Speaker
Description
The interactions of ultra-high energy cosmic ray nuclei (UHECR) in astrophysical scenarios can be of stochastic or deterministic nature. Simulation frameworks often employ Monte Carlo techniques or numerically solve systems of ordinary differential equations (ODEs) to describe such interactions and the resulting nuclear cascades. Monte Carlo approaches are best suited to asses the impact of the probabilistic quantities but may be limited by computation time, while ODEs can be faster at the cost of neglecting the stochastic effects. The limitations of each of these approaches are known and somehow complementary, yet, a framework where the speed of computation is not sacrificed while including the stochastic effects would have much scientific potential by overcoming the current limitations.
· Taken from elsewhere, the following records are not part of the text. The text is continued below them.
/**
 * The set-up the code-server suites share: package the extension as a user's .vsix gets it
 * (client/package-vsix.mjs: build, then vsce with .vscodeignore) into a fresh temporary folder,
 * start code-server with it installed (lib/codeServer.ts) and open a note. `close()` ends the
 * session and removes the folder.
 */
import { spawnSync } from 'node:child_process';
import { existsSync, mkdtempSync, rmSync } from 'node:fs';
import { tmpdir } from 'node:os';
import { join } from 'node:path';
import { type CodeServerOptions, type CodeServerSession, startSession, type WorkbenchOptions } from './codeServer';
import { REPO_ROOT } from './tools';

/** A code-server session with the packaged extension installed. */
export interface ExtensionSession extends CodeServerSession {
  /** The temporary folder holding the .vsix (removed by `close()`). */
  work: string;
  /** The packaged .vsix. */
  vsix: string;
}

export interface ExtensionSessionOptions {
  /** Prefix of the temporary folder's name, e.g. `dewmark-chain-`. */
  workPrefix: string;
  /** File name of the .vsix in that folder. */
  vsixName: string;
  /** code-server's options (the .vsix is added to `extensions`); a function gets the temporary folder. */
  server: Omit<CodeServerOptions, 'extensions'> | ((work: string) => Omit<CodeServerOptions, 'extensions'>);
  workbench: WorkbenchOptions;
  /** The workspace file to open once the workbench is up. */
  open: string;
}

/** Packages the extension into `work` as `vsixName`; throws with vsce's output when packaging fails. */
export function packageVsix(work: string, vsixName: string): string {
  const vsix = join(work, vsixName);
  // Under `npm test` the bundles were just built; rebuilding here could race other suites that run them.
  const build = process.env.npm_lifecycle_event === 'test' ? ['--no-build'] : [];
  const r = spawnSync(process.execPath, [join(REPO_ROOT, 'client', 'package-vsix.mjs'), ...build, '--out', vsix], {
    cwd: REPO_ROOT,
    encoding: 'utf8',
    timeout: 180_000,
  });
  if (r.status !== 0 || !existsSync(vsix))
    throw new Error(`packaging the .vsix failed (exit ${r.status}):\n${r.stdout}\n${r.stderr}`);
  return vsix;
}

/** Packages the extension, starts code-server with it and opens `open`. */
export async function startExtensionSession(o: ExtensionSessionOptions): Promise<ExtensionSession> {
  const work = mkdtempSync(join(tmpdir(), o.workPrefix));
  const removeWork = () => rmSync(work, { recursive: true, force: true });
  let session: CodeServerSession | undefined;
  try {
    const vsix = packageVsix(work, o.vsixName);
    const server = typeof o.server === 'function' ? o.server(work) : o.server;
    session = await startSession({ ...server, extensions: [vsix] }, o.workbench);
    await session.workbench.openFile(o.open);
    const s = session;
    return {
      ...s,
      work,
      vsix,
      close: async () => {
        try {
          await s.close();
        } finally {
          removeWork();
        }
      },
    };
  } catch (e) {
    await session?.close();
    removeWork();
    throw e;
  }
}
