local function main()
  local plan_path = assert(os.getenv('DEWMARK_PROBE_PLAN'), 'DEWMARK_PROBE_PLAN is not set (the path of the plan JSON)')
  local fh = assert(io.open(plan_path, 'r'), 'cannot read the plan file ' .. plan_path)
  plan = vim.json.decode(fh:read('*a'))
  fh:close()
  local T = plan.timeoutMs or 10000
  report.lspLogPath = vim.lsp.get_log_path()
  vim.lsp.set_log_level(plan.logLevel or 'warn')

  local client_id, client
  local exited = nil
  local init_t0 = vim.loop.hrtime()

  -- Chains the probe's own hooks onto a client config: the initialize result's serverInfo (0.7
  -- keeps none of it) and the server's exit (so a crash fails at once instead of at the timeout).
  local function with_hooks(config)
    local user_on_init, user_on_exit = config.on_init, config.on_exit
    config.on_init = function(c, result)
      if result and result.serverInfo then report.serverInfo = result.serverInfo end
      if user_on_init then return user_on_init(c, result) end
    end
    config.on_exit = function(code, signal, id)
      exited = { code = code, signal = signal }
      if user_on_exit then return user_on_exit(code, signal, id) end
    end
    return config
  end

  if plan.configFile then
    -- The user's own configuration (e.g. the README's snippet) starts the client when a buffer gets
    -- its filetype; the probe then uses whichever client attaches to the first opened document.
    -- start_client is wrapped only to add the probe's hooks (with_hooks); the config is otherwise the user's.
    local orig_start = vim.lsp.start_client
    vim.lsp.start_client = function(config) return orig_start(with_hooks(config)) end
    -- A prelude (a stand-in for what a later Neovim or a plugin provides) runs first.
    if plan.preludeFile then vim.cmd('luafile ' .. vim.fn.fnameescape(plan.preludeFile)) end
    vim.cmd('luafile ' .. vim.fn.fnameescape(plan.configFile))
  else
    client_id = vim.lsp.start_client(with_hooks({
      name = plan.clientName or 'dewmark-probe',
      cmd = plan.cmd,
      cmd_cwd = plan.cmdCwd,
      cmd_env = plan.cmdEnv,
      root_dir = plan.root,            -- rootUri and workspaceFolders; without it rootUri is null
      settings = plan.settings,        -- answered to workspace/configuration by Neovim's own handler
      init_options = plan.initializationOptions,
      flags = { debounce_text_changes = 0 }, -- send didChange at once (0.7's default waits 150 ms)
    }))
    assert(client_id, 'vim.lsp.start_client failed (is cmd a valid argv? ' .. vim.inspect(plan.cmd) .. ')')
  end

  local docs = {}     -- path -> { bufnr, uri }
  local current       -- the document steps act on

  local function ensure_client(bufnr)
    if client then return end
    assert(vim.wait(T, function()
      if exited then return true end
      if client_id then
        local c = vim.lsp.get_client_by_id(client_id)
        if c and c.initialized then client = c end
      else
        for _, c in ipairs(buf_clients(bufnr)) do
          if c.initialized then client = c; client_id = c.id; break end
        end
      end
      return client ~= nil
    end, 5), 'no initialized LSP client within ' .. T .. ' ms (server log: ' .. report.lspLogPath .. ')')
    assert(not exited, 'the server exited during initialize: ' .. vim.inspect(exited) .. '; its stderr is in ' .. report.lspLogPath)
    report.initMs = ms_since(init_t0)
    report.clientName = client.name
    report.serverCapabilities = client.server_capabilities or client.resolved_capabilities
    report.serverInfo = report.serverInfo or client.server_info
    report.offsetEncoding = client.offset_encoding
  end

  local function request(method, params, bufnr, allow_error)
    assert(client and not client.is_stopped(), method .. ': the client is not running')
    local done, rerr, rres = false, nil, nil
    local sent, req_id = client.request(method, params, function(err, result)
      rerr, rres, done = err, result, true
    end, bufnr)
    assert(sent, method .. ': request not sent (the client has stopped?)')
    if not vim.wait(T, function() return done end, 2) then
      pcall(client.cancel_request, req_id)
      error(method .. ': no answer within ' .. T .. ' ms')
    end
    if rerr and not allow_error then error(method .. ': server answered with an error: ' .. vim.inspect(rerr)) end
    return rres, rerr
  end

  local function pick_doc(step)
    if step.path then
      return assert(docs[step.path], 'step ' .. step.op .. ': document ' .. step.path .. ' was not opened')
    end
    return assert(current, 'step ' .. step.op .. ': open a document first')
  end

  local function doc_version(doc) return vim.lsp.util.buf_versions[doc.bufnr] or 0 end

  -- Waits for diagnostics of the document's current version (or, for a server that sends no
  -- version, for the first publish after the last open/edit).
  local function wait_diagnostics(doc, timeout, min_count)
    local want = doc_version(doc)
    local ok = vim.wait(timeout or T, function()
      local p = published[doc.uri]
      if not p then return false end
      local fresh
      if p.params.version ~= nil and p.params.version ~= vim.NIL then fresh = p.params.version >= want
      else fresh = p.seq > (doc.seq_at_change or 0) end
      return fresh and #(p.params.diagnostics or {}) >= (min_count or 0)
    end, 2)
    if not ok then
      local p = published[doc.uri]
      error(string.format('no diagnostics for version %d of %s within %d ms (last publish: %s)', want, doc.uri,
        timeout or T, p and vim.inspect({ version = p.params.version, count = #(p.params.diagnostics or {}) }) or 'none'))
    end
    local p = published[doc.uri]
    local vim_form = {}
    for _, d in ipairs(vim.diagnostic.get(doc.bufnr)) do
      table.insert(vim_form, { lnum = d.lnum, col = d.col, end_lnum = d.end_lnum, end_col = d.end_col,
        severity = d.severity, message = d.message, source = d.source, code = d.code })
    end
    return { uri = doc.uri, bufVersion = want, version = p.params.version, diagnostics = p.params.diagnostics or {},
      vimDiagnostics = vim_form }
  end

  -- The buffer as it would be written: lines joined by LF, plus the final LF when 'eol' is set.
  local function buffer_text(doc)
    local text = table.concat(vim.api.nvim_buf_get_lines(doc.bufnr, 0, -1, false), '\n')
    if vim.bo[doc.bufnr].eol and not vim.bo[doc.bufnr].binary then text = text .. '\n' end
    return text
  end

  local ops = {}

  function ops.open(step)
    vim.cmd('edit ' .. vim.fn.fnameescape(step.path))
    local bufnr = vim.api.nvim_get_current_buf()
    local doc = { bufnr = bufnr, uri = vim.uri_from_bufnr(bufnr), seq_at_change = publish_seq }
    docs[step.path] = doc
    current = doc
    -- Set explicitly: filetype detection is off under -u NONE, and languageId comes from filetype.
    -- (only when it differs: setting it again fires FileType again, and a config may start a client per event)
    local ft = step.filetype or 'markdown'
    if vim.bo[bufnr].filetype ~= ft then vim.bo[bufnr].filetype = ft end
    if client_id and not plan.configFile then
      assert(vim.lsp.buf_attach_client(bufnr, client_id), 'buf_attach_client failed')
    end
    ensure_client(bufnr)
    if plan.configFile then
      assert(vim.wait(T, function() return vim.lsp.buf_is_attached(bufnr, client_id) end, 2),
        'the configured client did not attach to ' .. step.path)
    end
    return { uri = doc.uri, bufnr = bufnr, filetype = vim.bo[bufnr].filetype, version = doc_version(doc) }
  end

  function ops.waitDiagnostics(step)
    return wait_diagnostics(pick_doc(step), step.timeoutMs, step.minCount)
  end

  local function position_params(doc, step)
    if step.cursor then -- 0-based line, BYTE column: exercises the client's byte -> UTF-16 conversion
      vim.api.nvim_win_set_buf(0, doc.bufnr)
      vim.api.nvim_win_set_cursor(0, { step.cursor.line + 1, step.cursor.byteCol })
      local p = vim.lsp.util.make_position_params(0, client.offset_encoding)
      return p.position
    end
    return assert(step.position, 'step ' .. step.op .. ': give position {line, character} or cursor {line, byteCol}')
  end

  function ops.hover(step)
    local doc = pick_doc(step)
    local pos = position_params(doc, step)
    local r = request('textDocument/hover', { textDocument = { uri = doc.uri }, position = pos }, doc.bufnr)
    return { position = pos, result = r }
  end

  function ops.documentSymbols(step)
    local doc = pick_doc(step)
    return { result = request('textDocument/documentSymbol', { textDocument = { uri = doc.uri } }, doc.bufnr) }
  end

  function ops.completion(step)
    local doc = pick_doc(step)
    local pos = position_params(doc, step)
    local r = request('textDocument/completion', { textDocument = { uri = doc.uri }, position = pos,
      context = { triggerKind = 1 } }, doc.bufnr)
    return { position = pos, result = r }
  end

  function ops.edit(step)
    -- nvim_buf_set_lines semantics: 0-based start, end exclusive, -1 = end of buffer.
    local doc = pick_doc(step)
    doc.seq_at_change = publish_seq
    vim.api.nvim_buf_set_lines(doc.bufnr, step.startLine, step.endLine, false, step.lines)
    local out = { version = doc_version(doc), text = buffer_text(doc) }
    if step.waitDiagnostics ~= false then
      out.diagnostics = wait_diagnostics(doc, step.timeoutMs, step.minCount)
    end
    return out
  end

  function ops.inlayHints(step)
    -- Neovim 0.7 neither announces nor requests inlay hints; send the request raw.
    local doc = pick_doc(step)
    local range = step.range or { start = { line = 0, character = 0 },
      ['end'] = { line = vim.api.nvim_buf_line_count(doc.bufnr), character = 0 } }
    return { range = range, result = request('textDocument/inlayHint', { textDocument = { uri = doc.uri }, range = range }, doc.bufnr) }
  end

  function ops.codeAction(step)
    local doc = pick_doc(step)
    local p = published[doc.uri]
    local diags = {}
    for _, d in ipairs(p and p.params.diagnostics or {}) do
      local s, e = d.range.start, d.range['end']
      local r = step.range
      if s.line <= r['end'].line and e.line >= r.start.line then table.insert(diags, d) end
    end
    local ctx = { diagnostics = diags }
    if step.only then ctx.only = step.only end
    local actions = request('textDocument/codeAction', { textDocument = { uri = doc.uri }, range = step.range, context = ctx }, doc.bufnr) or {}
    local out = { result = actions }
    if step.apply then
      local chosen
      for _, a in ipairs(actions) do
        if a.title and string.find(a.title, step.apply, 1, true) then chosen = a; break end
      end
      assert(chosen, 'no code action whose title contains "' .. step.apply .. '"; got: ' ..
        vim.inspect(vim.tbl_map(function(a) return a.title end, actions)))
      if not chosen.edit and not chosen.command and client.server_capabilities.codeActionProvider
          and type(client.server_capabilities.codeActionProvider) == 'table'
          and client.server_capabilities.codeActionProvider.resolveProvider then
        chosen = request('codeAction/resolve', chosen, doc.bufnr)
      end
      doc.seq_at_change = publish_seq
      local before = doc_version(doc)
      -- (a copy: applying annotates the edit's tables, and the report shows the actions as received)
      if chosen.edit then vim.lsp.util.apply_workspace_edit(vim.deepcopy(chosen.edit), client.offset_encoding) end
      local cmd = chosen.command
      if type(cmd) == 'table' then
        request('workspace/executeCommand', { command = cmd.command, arguments = cmd.arguments }, doc.bufnr)
      elseif type(cmd) == 'string' then
        request('workspace/executeCommand', { command = cmd, arguments = chosen.arguments }, doc.bufnr)
      end
      out.applied = chosen.title
      out.text = buffer_text(doc)
      if step.waitDiagnostics ~= false and doc_version(doc) > before then
        out.diagnostics = wait_diagnostics(doc, step.timeoutMs, step.minCount)
      end
    end
    return out
  end

  function ops.request(step)
    local doc = current
    local params = doc and subst_uri(step.params, doc.uri) or step.params
    local r, err = request(step.method, params, doc and doc.bufnr or 0, step.allowError)
    return { method = step.method, result = r, error = err }
  end

  function ops.text(step)
    return { text = buffer_text(pick_doc(step)) }
  end

  function ops.shutdown(_)
    assert(client, 'shutdown: no client')
    client.stop() -- shutdown request, then exit notification
    local stopped = vim.wait(T, function() return vim.lsp.client_is_stopped(client.id) end, 5)
    if not stopped then error('the server did not stop within ' .. T .. ' ms after shutdown/exit') end
    vim.wait(T, function() return exited ~= nil or plan.configFile ~= nil end, 5)
    report.serverExit = exited
    return { exit = exited }
  end

  -- Leaves the server stopped (shutdown + exit), also after a failed step or without a shutdown step.
  local function stop_client()
    if client and not vim.lsp.client_is_stopped(client.id) then
      client.stop()
      vim.wait(T, function() return vim.lsp.client_is_stopped(client.id) end, 5)
    end
    report.serverExit = report.serverExit or exited
  end

  for i, step in ipairs(plan.steps or {}) do
    local t0 = vim.loop.hrtime()
    local ok, res = xpcall(function()
      local fn = assert(ops[step.op], 'unknown op "' .. tostring(step.op) .. '"')
      return fn(step)
    end, debug.traceback)
    if not ok then
      report.failedStep = i
      report.error = 'step ' .. i .. ' (' .. tostring(step.op) .. '): ' .. tostring(res)
      stop_client()
      return false
    end
    res = res or {}
    res.op = step.op
    res.ms = ms_since(t0)
    table.insert(report.steps, res)
  end

  stop_client()
  return true
end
This is the goal of the probabilistic description presented in this work, which is based on the theory of matrix exponential distributions. This approach provides analytical expressions for the probability distributions of the nuclear cascades resulting from interactions of UHECR nuclei in both sources and during propagation. The description allows for a larger number of nuclear species due to being easily computable, and integrates nuclear decays without the need of ad-hoc limitations on nuclear species on the basis of the decay time. The inclusion of more complex effects such as time variable photon fields, magnetic diffusion and escape in this framework are also discussed, emphasizing that no additional simplifying assumptions are required to achieve a time efficient and precise computation. The method is implemented in a python package called CRISP, to be presented in this talk.